Personally, I just use the default compression in ZFS, which is called lzjb. It provides a decent ratio, depending on what the data is of course, while not being as overly "hard" as gzip is. We use ZFS for general user storage over SAMBA and AFP, and VM storage over NFS. At one of our sites, they store 1TB of VM data in only ~500GB using lzjb and write speed is 200MB/s. If you change lzjb to gzip-9, throughput drops to 5-10MB/s; thatÂ´s how hard it is. And I think that is sacrificing more in performance than you get back in savings.

In my NAS at home, where I store lots(3.5TB) of uncompressible files (images, movies, music) however, storage savings are nill with lzjb, so if you want those kinds of files to have any saving, you may actually need a "harder" algorithm. But, is it worth it...

/Sebulon


----------



## fluca1978 (Sep 14, 2012)

With regard to the central server, I would have installed the OS on the old disk to save space on the primary disk for /storage. However I would consider installing on such machine a system that is built to be a NAS, since it seems to me that is the only purpose of such machine. A FreeNAS is a good example of distribution, and gives you ZFS with compression and can boot even out of an USB key (that is you can save even more disk space for real storing data).
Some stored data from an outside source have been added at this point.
package diaphragm

import (
	"strings"

	"hoopsheet/core/quantity"
)

// Rows builds the rows of the form in page order. Where edits are given, those
// just made, the rows of quantities say how an unusual text was read. A field
// with a draft shows the draft and what is wrong with it.
//
// A field that applies only with another one, such as the depth of a cavity,
// has a row only there.
func Rows(doc Diaphragm, drafts, units map[string]string, system quantity.System, edits ...Edit) []Row {
	e := newEditor(doc, drafts, units, system)
	wrong := map[string]string{}
	for _, p := range validate(e.doc, e.units, e.system) {
		wrong[p.Field] = strings.TrimPrefix(wrong[p.Field]+" "+p.Message, " ")
	}
	rows := []Row{}
	for _, f := range FieldsOf(e.doc) {
		if f.shown != nil && !f.shown(&e.doc, e.drafts) {
			continue
		}
		row := e.row(f)
		if text, drafted := e.drafts[f.Path]; drafted {
			row.Text = text
			if _, _, p := e.attempt(f, text); p != nil {
				row.Problem = p.Message
			}
		} else {
			row.Problem = wrong[f.Path]
			row.Echo = e.echo(f, edits)
		}
		rows = append(rows, row)
	}
	return rows
}

// row is the field's row without draft, problem and echo.
func (e *editor) row(f Field) Row {
	unit := f.unit(e.units, e.system)
	row := Row{
		Field: f.Path, Group: f.Group, Symbol: f.Symbol, Name: f.Name, Help: f.Help, Kind: f.Kind,
		Text: f.write(&e.doc, unit), Units: []string{}, Choices: []Choice{},
		Optional: f.Optional && !f.neededWhereShown,
	}
	row.Choices = append(row.Choices, f.Choices...)
	if f.Kind == KindQuantity {
		row.Unit = unit.Symbol
		row.Units = append(row.Units, f.Units...)
		if !contains(f.Units, unit.Symbol) {
			row.Units = append(row.Units, unit.Symbol)
		}
	}
	return row
}

// echo says how the last of the edits that set the field was read.
func (e *editor) echo(f Field, edits []Edit) string {
	if f.Kind != KindQuantity && f.Kind != KindCount {
		return ""
	}
	for i := len(edits) - 1; i >= 0; i-- {
		if edits[i].Field == f.Path && edits[i].Action == ActionSet {
			doc := cloned(e.doc)
			reading, _ := f.read(&doc, edits[i].Text, f.unit(e.units, e.system))
			return reading.Echo
		}
	}
	return ""
}

func contains(list []string, wanted string) bool {
	for _, s := range list {
		if s == wanted {
			return true
		}
	}
	return false
}
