package diaphragm

import (
	"bytes"
	"compress/flate"
	"encoding/binary"
	"errors"
	"hash/crc32"
	"io"
)

// The part of the zip format that an archive needs (APPNOTE.TXT of the format,
// version 6.3): files stored or deflated, sizes below 4 GiB, no encryption. It
// is written here because package archive/zip brings its own file system into
// the WebAssembly file, 35 kB of it compressed; the tests hold both against
// each other.

const (
	zipLocal       = 0x04034b50
	zipCentral     = 0x02014b50
	zipEnd         = 0x06054b50
	zipLocalSize   = 30
	zipCentralSize = 46
	zipEndSize     = 22
	zipStored      = 0
	zipDeflated    = 8
)

// zipWriter builds a zip file in memory.
type zipWriter struct {
	out     bytes.Buffer
	central bytes.Buffer
	count   int
}

// add appends a file. The name must be ASCII.
func (z *zipWriter) add(name string, data []byte, deflate bool) error {
	packed, method := data, uint16(zipStored)
	if deflate {
		var shrunk bytes.Buffer
		packer, err := flate.NewWriter(&shrunk, flate.DefaultCompression)
		if err != nil {
			return err
		}
		if _, err := packer.Write(data); err != nil {
			return err
		}
		if err := packer.Close(); err != nil {
			return err
		}
		packed, method = shrunk.Bytes(), zipDeflated
	}
	offset := uint32(z.out.Len())
	// Both headers share this part: version needed to extract 2.0, no flags,
	// the method, 1 January 1980 at midnight, checksum, sizes, lengths of name
	// and of extra fields.
	shared := binary.LittleEndian.AppendUint16(nil, 20)
	shared = binary.LittleEndian.AppendUint16(shared, 0)
	shared = binary.LittleEndian.AppendUint16(shared, method)
	shared = binary.LittleEndian.AppendUint32(shared, 0x0021<<16) // date above, time below
	shared = binary.LittleEndian.AppendUint32(shared, crc32.ChecksumIEEE(data))
	shared = binary.LittleEndian.AppendUint32(shared, uint32(len(packed)))
	shared = binary.LittleEndian.AppendUint32(shared, uint32(len(data)))
	shared = binary.LittleEndian.AppendUint16(shared, uint16(len(name)))
	shared = binary.LittleEndian.AppendUint16(shared, 0)

	z.out.Write(binary.LittleEndian.AppendUint32(nil, zipLocal))
	z.out.Write(shared)
	z.out.WriteString(name)
	z.out.Write(packed)

	z.central.Write(binary.LittleEndian.AppendUint32(nil, zipCentral))
	z.central.Write([]byte{20, 0}) // version made by
	z.central.Write(shared)
	z.central.Write(make([]byte, 10)) // no comment, disk 0, no attributes
	z.central.Write(binary.LittleEndian.AppendUint32(nil, offset))
	z.central.WriteString(name)
	z.count++
	return nil
}

// close writes the table of contents and returns the file.
func (z *zipWriter) close() []byte {
	start := z.out.Len()
	z.out.Write(z.central.Bytes())
	end := binary.LittleEndian.AppendUint32(nil, zipEnd)
	end = binary.LittleEndian.AppendUint32(end, 0) // disks
	end = binary.LittleEndian.AppendUint16(end, uint16(z.count))
	end = binary.LittleEndian.AppendUint16(end, uint16(z.count))
	end = binary.LittleEndian.AppendUint32(end, uint32(z.central.Len()))
	end = binary.LittleEndian.AppendUint32(end, uint32(start))
	end = binary.LittleEndian.AppendUint16(end, 0) // no comment
	z.out.Write(end)
	return z.out.Bytes()
}

// zipMember is one file of the table of contents.
type zipMember struct {
	name          string
	method, flags uint16
	checksum      uint32
	packed, size  int
	offset        int
}

var errZip = errors.New("not a readable zip file")

// zipContents reads the table of contents, which stands at the end.
func zipContents(data []byte) ([]zipMember, error) {
	end := -1
	for i := len(data) - zipEndSize; i >= 0 && i >= len(data)-zipEndSize-0xffff; i-- {
		comment := i + 20
		if binary.LittleEndian.Uint32(data[i:]) == zipEnd && i+zipEndSize+int(binary.LittleEndian.Uint16(data[comment:])) == len(data) {
			end = i
			break
		}
	}
	if end < 0 {
		return nil, errZip
	}
	count := int(binary.LittleEndian.Uint16(data[end+10:]))
	size, start := int64(binary.LittleEndian.Uint32(data[end+12:])), int64(binary.LittleEndian.Uint32(data[end+16:]))
	if start+size > int64(end) {
		return nil, errZip
	}
	table := data[start : start+size]
	var members []zipMember
	for range count {
		if len(table) < zipCentralSize || binary.LittleEndian.Uint32(table) != zipCentral {
			return nil, errZip
		}
		nameEnd := zipCentralSize + int(binary.LittleEndian.Uint16(table[28:]))
		next := nameEnd + int(binary.LittleEndian.Uint16(table[30:])) + int(binary.LittleEndian.Uint16(table[32:]))
		if next > len(table) {
			return nil, errZip
		}
		members = append(members, zipMember{
			name:  string(table[zipCentralSize:nameEnd]),
			flags: binary.LittleEndian.Uint16(table[8:]), method: binary.LittleEndian.Uint16(table[10:]), checksum: binary.LittleEndian.Uint32(table[16:]),
			packed: int(binary.LittleEndian.Uint32(table[20:])), size: int(binary.LittleEndian.Uint32(table[24:])), offset: int(binary.LittleEndian.Uint32(table[42:])),
		})
		table = table[next:]
	}
	return members, nil
}

// read returns the content of a member of data, which has to be as long as it
// says and to fit its checksum.
func (m zipMember) read(data []byte) ([]byte, error) {
	const encrypted = 1
	if m.flags&encrypted != 0 || m.offset < 0 || m.packed < 0 || m.size < 0 || m.offset > len(data)-zipLocalSize ||
		binary.LittleEndian.Uint32(data[m.offset:]) != zipLocal {
		return nil, errZip
	}
	header := data[m.offset:]
	start := m.offset + zipLocalSize + int(binary.LittleEndian.Uint16(header[26:])) + int(binary.LittleEndian.Uint16(header[28:]))
	if start > len(data) || m.packed > len(data)-start {
		return nil, errZip
	}
	content := data[start : start+m.packed]
	switch m.method {
	case zipStored:
		content = bytes.Clone(content)
	case zipDeflated:
		var err error
		content, err = io.ReadAll(io.LimitReader(flate.NewReader(bytes.NewReader(content)), int64(m.size)+1))
		if err != nil {
			return nil, errZip
		}
	default:
		return nil, errZip
	}
	if len(content) != m.size || crc32.ChecksumIEEE(content) != m.checksum {
		return nil, errZip
	}
	return content, nil
}
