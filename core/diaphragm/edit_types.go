package diaphragm

// Edit is one change that a person made.
type Edit struct {
	// Field is the dotted name of the field, "sheet.thickness" or
	// "avoid.lines.0.frequency".
	Field  string `json:"field"`
	Action Action `json:"action"`
	// Text as typed or chosen.
	Text string `json:"text"`
}

// Action says what an edit does with its field.
type Action string

// The actions of an edit.
const (
	// ActionSet reads the text as the field's new value; with a unit in the
	// text the field is shown in that unit from then on.
	ActionSet Action = "set"
	// ActionUnit shows the field in the unit named by the text; the value
	// stays.
	ActionUnit Action = "unit"
	// ActionAdd appends an entry to a list: a harmonic ("tension.harmonics"), a
	// patch ("attached.patches"), a strip ("attached.strips") or a line to keep
	// clear of ("avoid.lines"). A text is its order, mass or frequency.
	ActionAdd Action = "add"
	// ActionRemove removes the entry named by the field ("avoid.lines.0").
	ActionRemove Action = "remove"
	// ActionAdopt takes over the properties of the catalogue material whose
	// id is the text (field "sheet.material").
	ActionAdopt Action = "adopt"
)

// Actions lists every action.
func Actions() []Action {
	return []Action{ActionSet, ActionUnit, ActionAdd, ActionRemove, ActionAdopt}
}

// FieldKind says how a field is edited.
type FieldKind string

// The kinds of field.
const (
	KindText     FieldKind = "text"
	KindLongText FieldKind = "long-text"
	KindQuantity FieldKind = "quantity"
	KindCount    FieldKind = "count"
	KindChoice   FieldKind = "choice"
	KindMaterial FieldKind = "material"
)

// FieldKinds lists every kind of field.
func FieldKinds() []FieldKind {
	return []FieldKind{KindText, KindLongText, KindQuantity, KindCount, KindChoice, KindMaterial}
}

// GroupName names the panel part in which a field stands.
type GroupName string

// The groups of fields in page order.
const (
	GroupIdentity     GroupName = "identity"
	GroupRing         GroupName = "ring"
	GroupSheet        GroupName = "sheet"
	GroupTension      GroupName = "tension"
	GroupEvenness     GroupName = "evenness"
	GroupAttached     GroupName = "attached"
	GroupFaces        GroupName = "faces"
	GroupSurroundings GroupName = "surroundings"
	GroupAvoid        GroupName = "avoid"
	GroupDamping      GroupName = "damping"
)

// GroupNames lists every group in page order.
func GroupNames() []GroupName {
	return []GroupName{
		GroupIdentity, GroupRing, GroupSheet, GroupTension, GroupEvenness, GroupAttached, GroupFaces, GroupSurroundings, GroupAvoid, GroupDamping,
	}
}

// Row is one field as a form shows it.
type Row struct {
	Field  string    `json:"field"`
	Group  GroupName `json:"group"`
	Symbol string    `json:"symbol"`
	Name   string    `json:"name"`
	// Help is one or two plain sentences.
	Help string    `json:"help"`
	Kind FieldKind `json:"kind"`
	// Text to show: the value in the row's unit, or the draft that could not
	// be read.
	Text string `json:"text"`
	// Echo says how the text was read where that is not obvious: "1,5 is read
	// as 1.5"; empty otherwise.
	Echo  string   `json:"echo"`
	Unit  string   `json:"unit"`
	Units []string `json:"units"`
	// Choices of a choice or material field.
	Choices []Choice `json:"choices"`
	// Optional fields may be left empty.
	Optional bool `json:"optional"`
	// Problem is the sentence to show at the field; empty when it is sound.
	Problem string `json:"problem"`
}

// Choice is one option of a field.
type Choice struct {
	Value string `json:"value"`
	Name  string `json:"name"`
}
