package diaphragm

import (
	"strconv"
	"strings"

	"hoopsheet/core/quantity"
)

// Field describes one editable field of the document: what it is called, how
// it is typed, and what is allowed.
type Field struct {
	// Path is the dotted name, "sheet.thickness". Fields of a line to keep
	// clear of hold its number: "avoid.lines.0.frequency".
	Path   string
	Group  GroupName
	Symbol string
	// Name as it stands in a sentence: "sheet thickness".
	Name string
	// Help is one or two plain sentences.
	Help string
	Kind FieldKind
	// Dimension of a quantity; SI and InchPound are the symbols of the units it
	// is first shown in, Units those that are offered.
	Dimension     quantity.Dimension
	SI, InchPound string
	Units         []string
	// Low and High bound a quantity, in SI units, or a count; Reason says why,
	// as the end of a sentence that begins "because".
	Low, High float64
	Reason    string
	// Most is the largest number of characters of a text.
	Most int
	// Optional fields may be empty; the document then holds zero or "".
	Optional bool
	// Choices of a choice field, and the catalogue of a material field.
	Choices []Choice

	number func(*Diaphragm) *float64
	count  func(*Diaphragm) *int
	text   func(*Diaphragm) *string
	// shown is nil for fields that are always shown.
	shown func(doc *Diaphragm, drafts map[string]string) bool
}

// Fields lists every editable field in page order, with the fields of one line
// to keep clear of, whose number is 0. FieldsOf lists those of a document.
func Fields() []Field { return fieldList(1) }

// FieldsOf lists the editable fields of a document in page order: those of
// Fields, with the fields of each of its lines to keep clear of.
func FieldsOf(doc Diaphragm) []Field { return fieldList(min(len(doc.Avoid.Lines), MostLines)) }

// FieldByPath finds a field by its dotted name. Fields of lines are found up
// to MostLines, whether or not a document has them.
func FieldByPath(path string) (Field, bool) {
	if i, _, ok := splitLinePath(path); ok {
		for _, f := range lineFields(i) {
			if f.Path == path {
				return f, true
			}
		}
		return Field{}, false
	}
	for _, f := range fieldList(0) {
		if f.Path == path {
			return f, true
		}
	}
	return Field{}, false
}

func fieldList(lines int) []Field {
	list := make([]Field, 0, 32+3*lines)
	list = append(list, identityFields()...)
	list = append(list, ringFields()...)
	list = append(list, sheetFields()...)
	list = append(list, tensionFields()...)
	list = append(list, faceFields()...)
	list = append(list, surroundingsFields()...)
	list = append(list, avoidFields()...)
	for i := range lines {
		list = append(list, lineFields(i)...)
	}
	return append(list, dampingFields()...)
}

const linesPath = "avoid.lines"

// splitLinePath parts "avoid.lines.3.frequency" into 3 and "frequency".
func splitLinePath(path string) (index int, member string, ok bool) {
	rest, ok := strings.CutPrefix(path, linesPath+".")
	if !ok {
		return 0, "", false
	}
	digits, member, _ := strings.Cut(rest, ".")
	index, err := strconv.Atoi(digits)
	if err != nil || index < 0 || index >= MostLines || strconv.Itoa(index) != digits {
		return 0, "", false
	}
	return index, member, true
}

func linePath(index int, member string) string {
	path := linesPath + "." + strconv.Itoa(index)
	if member != "" {
		path += "." + member
	}
	return path
}

// unit is the unit in which the field is shown: the one chosen, or that of the
// system.
func (f Field) unit(units map[string]string, system quantity.System) quantity.Unit {
	if symbol, chosen := units[f.Path]; chosen {
		if unit, ok := quantity.Find(f.Dimension, symbol); ok {
			return unit
		}
	}
	symbol := f.SI
	if system == quantity.InchPound {
		symbol = f.InchPound
	}
	unit, _ := quantity.Find(f.Dimension, symbol)
	return unit
}

// asked is the field as package quantity is to read it.
func (f Field) asked(unit string) quantity.Asked {
	return quantity.Asked{Name: f.Name, Dimension: f.Dimension, Unit: unit, Offered: f.Units}
}
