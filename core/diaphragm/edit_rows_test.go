package diaphragm

import (
	"math"
	"slices"
	"strings"
	"testing"

	"hoopsheet/core/quantity"
)

func TestRows(t *testing.T) {
	s := demoState()
	rows := Rows(s.doc, nil, nil, quantity.SI)
	for _, r := range rows {
		if r.Units == nil || r.Choices == nil || r.Problem != "" || r.Echo != "" {
			t.Errorf("%+v", r)
		}
		if strings.HasSuffix(r.Field, "depth") {
			t.Errorf("%s is shown without a cavity", r.Field)
		}
	}
	if r := s.row(t, "ring.radius"); r.Text != "450" || r.Unit != "mm" || r.Symbol != "a" || !slices.Equal(r.Units, []string{"mm", "cm", "m", "in", "ft"}) {
		t.Errorf("%+v", r)
	}
	if r := s.row(t, "faces.upper.kind"); r.Text != "baffled" || len(r.Choices) != 4 || r.Unit != "" {
		t.Errorf("%+v", r)
	}
	inchPound := map[string]string{}
	for _, r := range Rows(s.doc, nil, map[string]string{"tension.nominal": "N/m"}, quantity.InchPound) {
		inchPound[r.Field] = r.Text + " " + r.Unit
	}
	// 0.45 m / 0.0254 m = 17.716535...; 293.15 K = 68 °F.
	for field, want := range map[string]string{"ring.radius": "17.7165 in", "surroundings.temperature": "68 °F", "tension.nominal": "310 N/m"} {
		if inchPound[field] != want {
			t.Errorf("%s: %q, want %q", field, inchPound[field], want)
		}
	}
}

func TestRowsEchoTheEditsJustMade(t *testing.T) {
	edits := []Edit{set("ring.radius", "1,5 m"), set("ring.clamps", "1 000"), set("sheet.thickness", "23 um")}
	s := demoState().apply(edits...)
	for field, want := range map[string]string{
		"ring.radius": `"1,5" is read as 1.5`, "ring.clamps": `"1 000" is read as 1000`, "sheet.thickness": "", "name": "",
	} {
		if r := s.row(t, field, edits...); r.Echo != want {
			t.Errorf("%s: %q", field, r.Echo)
		}
	}
	if r := s.row(t, "ring.radius"); r.Echo != "" || r.Text != "1.5" || r.Unit != "m" {
		t.Errorf("%+v", r)
	}
}

// A unit that is typed but not offered stands in the list, so that it can be
// shown as chosen.
func TestRowsOfferTheTypedUnit(t *testing.T) {
	s := demoState().apply(set("sheet.nu", "38 %"))
	if r := s.row(t, "sheet.nu"); r.Unit != "%" || !slices.Equal(r.Units, []string{"", "%"}) || r.Text != "38" {
		t.Errorf("%+v", r)
	}
	s = s.apply(Edit{"sheet.nu", ActionUnit, ""})
	if r := s.row(t, "sheet.nu"); r.Unit != "" || r.Text != "0.38" {
		t.Errorf("%+v", r)
	}
}

// An unsound document, from a script or an old file, shows its problems at
// their fields, and can be mended there.
func TestUnsoundDocumentsAreMended(t *testing.T) {
	s := demoState()
	s.doc.Ring.Radius, s.doc.Tension.Nominal = -1, math.NaN()
	s = s.apply()
	if r := s.row(t, "ring.radius"); len(s.problems) != 2 || r.Text != "-1000" || !strings.Contains(r.Problem, "-1000 mm") {
		t.Errorf("%+v %v", r, s.problems)
	}
	s = s.apply(set("ring.radius", "300"), set("tension.nominal", "200"))
	if len(s.problems) > 0 || s.doc.Ring.Radius != 0.3 {
		t.Errorf("%v", s.problems)
	}
}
About compression I use bzip2, and I'm fine with that. 
For backing up I would suggest to investigate an automated solution like bacula, or at least do a centralized set of scripts that will connect to any of your computers and do an incremental backup maybe using rsync. I did it in a FreeNAS installation, so that every night the server connects thru ssh to a machine and does an rsync of some files.


----------



## gore (Sep 19, 2012)

Sebulon; Yes I did. I've been kinda sick the last couple days to the point I literally couldn't even sit in my Computer Chair which was purchased because of my back in the first place, but it's been REALLY bad. So I'm sorry for taking so long to show the gratitude but yea been a rough week.

Fluca; Yea I probably should have explained why I am using a PC for that; Basically I just lost my job, so I can't exactly go and buy one, though we HAVE made our upgrade plans and things for when we get out of this crap, and other than me wanting an old SGI workstation to play with (I've always wanted to toy with IRIX, and I'm into OSs a lot, so I've wanted to at least toy with it for a long time) and the other main thing on there is a Sparc, and a NAS set up like you're describing. 

The Sparc is for my Wife mainly because She Loves Sun as I do SGI heh. Besides, they're pretty cheap for a "toy" one to just play with and stuff. I also found an old Sun Processor I wanted to make into a Necklace but I couldn't order it.

Anyway sorry it took so long to respond but thanks again both of you.


----------